Two lines mark the range in the entries below: the one holding "from __future__ import annotations" and the one holding "from thist.record import sample". Set down those two and all lines between them, exactly.

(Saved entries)

————————

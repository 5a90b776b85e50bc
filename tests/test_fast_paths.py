"""The fast modal path equals the direct coupled-system path, method by method."""

from __future__ import annotations

from pathlib import Path

import numpy as np
import pytest

import thist
from thist.analysis import build_damping
from thist.methods import get_method, modal_kernel
from thist.methods.modal_path import integrate_modal
from thist.record import sample

DEMO = Path(__file__).resolve().parent.parent / "inputs" / "clinic-si.toml"
METHODS = [
    "newmark-average",
    "newmark-linear",
    "central-difference",
    "hht",
    "generalized-alpha",
    "exact",
]


@pytest.fixture(scope="module")
def demo():
    case = thist.load_case(DEMO)
    s = case.structure
    modes = thist.modal(s.M, s.K)
    damping = build_damping(case.damping, s, modes)
    ex = sample(case.record, 0.005, 12.0)
    return s, modes, damping, -np.outer(ex.ag, s.M @ s.r)


#: The modal path's two engines: the compiled kernel (thist.methods.modal_kernel) and
#: the lfilter recurrences (thist.methods.recurrence). The kernel needs numba.
ENGINES = [
    pytest.param(
        True,
        id="compiled",
        marks=pytest.mark.skipif(not modal_kernel.AVAILABLE, reason="numba not available"),
    ),
    pytest.param(False, id="lfilter"),
]


@pytest.mark.parametrize("compiled", ENGINES)
@pytest.mark.parametrize("name", METHODS)
def test_modal_path_equals_direct_path_on_the_demo_building(demo, name, compiled):
    """For a classically damped linear model a linear one-step method applied mode by mode
    is the same algorithm as on the coupled system (Chopra, Dynamics of Structures,
    2012, §13.1 for the modal equations; the update is linear, so it commutes with the
    modal transformation). Agreement to 1e-10 of the peak for both engines of the modal
    path: only round-off differs."""
    s, modes, damping, p = demo
    assert damping.classical
    m = get_method(name)
    direct = m.integrate(s.M, damping.C, s.K, p, 0.005)
    fast = integrate_modal(m, s.M, modes, damping.ratios, p, 0.005, compiled=compiled)
    for a, b in ((direct.u, fast.u), (direct.v, fast.v), (direct.a, fast.a)):
        assert np.max(np.abs(a - b)) < 1e-10 * np.max(np.abs(a))


@pytest.mark.skipif(not modal_kernel.AVAILABLE, reason="numba not available")
@pytest.mark.parametrize("name", METHODS)
def test_compiled_modal_kernel_equals_the_lfilter_path(demo, name):
    """The compiled kernel steps x[k+1] = A x[k] + B0 f[k] + B1 f[k+1] directly; the
    lfilter path runs the same recurrence as rational filters (Oppenheim & Schafer,
    Discrete-Time Signal Processing, 3rd ed., 2010, §6.5: a state-space system and its
    transfer function give the same output). u, v and a agree to 1e-10 of the peak:
    the two differ only in the order of the floating-point operations."""
    s, modes, damping, p = demo
    m = get_method(name)
    kernel = integrate_modal(m, s.M, modes, damping.ratios, p, 0.005, compiled=True)
    filters = integrate_modal(m, s.M, modes, damping.ratios, p, 0.005, compiled=False)
    for a, b in ((filters.u, kernel.u), (filters.v, kernel.v), (filters.a, kernel.a)):
        assert np.max(np.abs(a - b)) < 1e-10 * np.max(np.abs(a))


def test_compiled_modal_kernel_runs_any_state_size_like_numpy():
    """The kernel's general branch (state sizes other than 2 and 3) against a plain
    numpy evaluation of x[k+1] = A x[k] + B0 f[k] + B1 f[k+1] (the recurrence's
    definition) for random stable 4-component systems: 1e-12 relative, round-off
    only over 300 steps of a contraction."""
    from thist.methods.modal_kernel import modal_states

    rng = np.random.default_rng(5)
    n, s, length = 3, 4, 300
    A = 0.2 * rng.standard_normal((n, s, s))
    B0, B1, x0 = (rng.standard_normal((n, s)) for _ in range(3))
    f = rng.standard_normal((length, n))
    X = modal_states(A, B0, B1, x0, f)
    ref = np.empty((s, length, n))
    ref[:, 0] = x0.T
    for i in range(length - 1):
        x = np.einsum("jcd,dj->cj", A, ref[:, i])
        ref[:, i + 1] = x + B0.T * f[i] + B1.T * f[i + 1]
    assert np.max(np.abs(X - ref)) < 1e-12 * np.max(np.abs(ref))


@pytest.mark.parametrize("compiled", ENGINES)
@pytest.mark.parametrize("name", ["newmark-average", "central-difference", "hht", "exact"])
def test_modal_path_honours_initial_conditions(demo, name, compiled):
    """Free vibration from a displaced, moving start: the direct path and both engines
    of the modal path agree to 1e-10 of the peak (same algorithm, round-off only)."""
    s, modes, damping, p = demo
    u0 = np.linspace(0.01, 0.05, s.n)
    v0 = np.linspace(-0.1, 0.1, s.n)
    m = get_method(name)
    zero = np.zeros((2000, s.n))
    direct = m.integrate(s.M, damping.C, s.K, zero, 0.005, u0=u0, v0=v0)
    fast = integrate_modal(
        m, s.M, modes, damping.ratios, zero, 0.005, u0=u0, v0=v0, compiled=compiled
    )
    for a, b in ((direct.u, fast.u), (direct.v, fast.v), (direct.a, fast.a)):
        assert np.max(np.abs(a - b)) < 1e-10 * np.max(np.abs(a))


def test_chain_models_take_the_banded_solve_on_the_direct_path(demo):
    """The demo building is a shear chain: its effective matrix M + γΔt C + βΔt² K is
    tridiagonal, so the direct path factorises it in banded form (LAPACK pbtrf, as
    scipy.linalg.cholesky_banded), and that solve equals a dense solve
    (numpy.linalg.solve) to 1e-12 relative: both are backward stable and the matrix
    is well conditioned (mass-dominated at Δt = 5 ms)."""
    from thist.methods.alpha import _factorise, banded_form

    s, modes, damping, _ = demo
    dt = 0.005
    keff = s.M + 0.5 * dt * damping.C + 0.25 * dt * dt * s.K
    assert banded_form(keff) is not None
    b = np.linspace(-1.0, 2.0, s.n) * 1e5
    x = _factorise(keff)(b)
    ref = np.linalg.solve(keff, b)
    assert np.max(np.abs(x - ref)) < 1e-12 * np.max(np.abs(ref))


@pytest.mark.parametrize("name", ["newmark-average", "hht", "central-difference"])
def test_banded_direct_path_equals_the_dense_direct_path_for_nonclassical_damping(
    demo, name, monkeypatch
):
    """A dashpot in the first story only (non-classical damping, so the run must take
    the direct path) on the demo chain: the banded solve and the dense Cholesky solve
    give the same histories to 1e-10 of the peak (same algorithm; the solves differ
    by round-off only)."""
    import thist.methods.alpha as alpha

    s, modes, _, p = demo
    C = np.zeros((s.n, s.n))
    C[0, 0] = 0.05 * 2.0 * float(modes.omegas[0]) * float(s.M[0, 0])
    m = get_method(name)
    banded = m.integrate(s.M, C, s.K, p[:1500], 0.005)
    monkeypatch.setattr(alpha, "banded_form", lambda A: None)
    dense = m.integrate(s.M, C, s.K, p[:1500], 0.005)
    for a, b in ((dense.u, banded.u), (dense.v, banded.v), (dense.a, banded.a)):
        assert np.max(np.abs(a - b)) < 1e-10 * np.max(np.abs(a))


def test_modal_filters_call_the_same_routine_as_scipy_lfilter():
    """The filters call lfilter's C routine directly (without its argument checks); the
    output and final conditions must be those of scipy.signal.lfilter, bit for bit."""
    from scipy.signal import lfilter

    from thist.methods.recurrence import _filter

    rng = np.random.default_rng(2)
    b, a = np.array([0.0, 0.3, -0.1, 0.05]), np.array([1.0, -1.7, 0.8, -0.02])
    x, zi = rng.standard_normal(500), rng.standard_normal(3)
    y, zf = _filter(b, a, x, zi)
    y_ref, zf_ref = lfilter(b, a, x, zi=zi)
    np.testing.assert_array_equal(y, y_ref)
    np.testing.assert_array_equal(zf, zf_ref)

————————

Task answer
from __future__ import annotations

from pathlib import Path

import numpy as np
import pytest

import thist
from thist.analysis import build_damping
from thist.methods import get_method, modal_kernel
from thist.methods.modal_path import integrate_modal
from thist.record import sample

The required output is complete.